Now, let’s look at how well briefed their large Cape Town office has been. Their stock of the new product is already on the trucks on its way down to them. Given how well they had prepared their head office staff, it should follow logically that their Cape Town and Durban offices have been kept in the loop by someone...

In actual fact, no one has really thought to thoroughly brief these offices – it has been kind of taken for granted that the coastal branch staff will have absorbed all the new knowledge by some kind of telepathic process. Why? Because the team that handled the introduction in Johannesburg hadn’t done their homework with regards to briefing, training and promoting the new product to staff countrywide. They just assumed that someone would be doing it....

Well, no one has done so. A huge delivery of the new product arrives at the Cape Town branch, is offloaded and packed somewhat haphazardly, because the warehouse manager hadn’t had notice of its impending arrival. The Branch Manager, who knows a little about the amazing benefits of the product, calls his team together and shares his sparse knowledge. They are then sent out with a brief to push this new paint with all of their customers. After all, it’s done so well up country!

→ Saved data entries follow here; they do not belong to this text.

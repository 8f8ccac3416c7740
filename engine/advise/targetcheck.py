"""One target judged: the record every target check returns, whatever the figure."""

from __future__ import annotations

from dataclasses import dataclass


@dataclass(frozen=True)
class TargetCheck:
    """One target judged on the exact figures, with the estimate's verdict beside it.

    Attributes
    ----------
    key : str
        The target's key: ``"f_high_min"``, ``"f_low_max"``, ``"gain"``, or a time target
        (``"rise_time_max"``, ``"overshoot_max"``, ``"settling_time_max"``).
    target_text : str
        The target as shown, e.g. ``"f_H ≥ 1 MHz"``.
    exact : float or None
        The exact figure (Hz; |A_m| in V/V; s for a rise or settling time; a fraction of the
        final value for the overshoot); None where there is no such figure.
    estimate : float or None
        The time-constant estimate of the same figure, same unit; for the gain, the same as exact.
    passed : bool
        Whether the exact figure meets the target.
    margin : float or None
        How far inside (positive) or outside (negative) the target the exact figure is:
        a fraction of the target for a corner or a time figure, dB for the gain; None where
        there is no corner.
    estimate_passed : bool or None
        What the estimate would have said; None where there is no estimate.
    text : str
        The verdict line, e.g. ``"f_H = 1.2 MHz ≥ 1 MHz: pass by 20 % (the estimate, 950 kHz,
        would have said fail)"``.
    """

    key: str
    target_text: str
    exact: float | None
    estimate: float | None
    passed: bool
    margin: float | None
    estimate_passed: bool | None
    text: str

Now, remembering that this is a highly technical product, how enthusiastically do you think the Cape Town reps are going to punt it, given their lack of training? Add to this the fact that no one in the branch feels the least bit excited and tends to view this whole process and something HQ has autocratically imposed on them – typical of Head Office! Why do they need another roofing paint, they have been selling the other ones for years and know and trust them. And so the resistance builds.

After three months, Johannesburg can see that the branch is not moving the paint – sales are very slow and they are continuously phoning Head Office with questions and complaints. The General Manager finally decides to send one of the research specialists down to Cape Town to help them decipher the complicated instruction manuals which accompanied the product. However, no one is free to travel for the next six weeks, so there’s a further lag in training.

They’re in a highly competitive business and another huge paint company has been developing a product very similar to their own. They push to get their new product to market ASAP after thorough training and promotion has been done within all their employees. The product starts flying off the shelves.

By the time the Johannesburg representative from Company A has arrived to train their Cape Town Branch, Company B has already cornered the market.

This is not an unusual scenario and plays out in different incarnations within companies all the time. It’s all about understanding that anything new or different requires adjustments, even if it’s positive. These adjustments need to be handled in a structured and systematic fashion. Staff need to be kept informed, engagement must be fostered. A clear and well defined model needs to be put in place to handle all the possible risks and build on the positives of the change.

Depending on the scope of the change taking place, there needs to be a dedicated team for whom the process becomes a core function. As with any project, they need to see it through to completion.

All companies/departments are living entities and change is and should be part of the landscape. If the importance of managing this process is not recognised, it’s inevitable that your staff won’t buy in and without them on your side, it really doesn’t matter how good the new product is likely to be.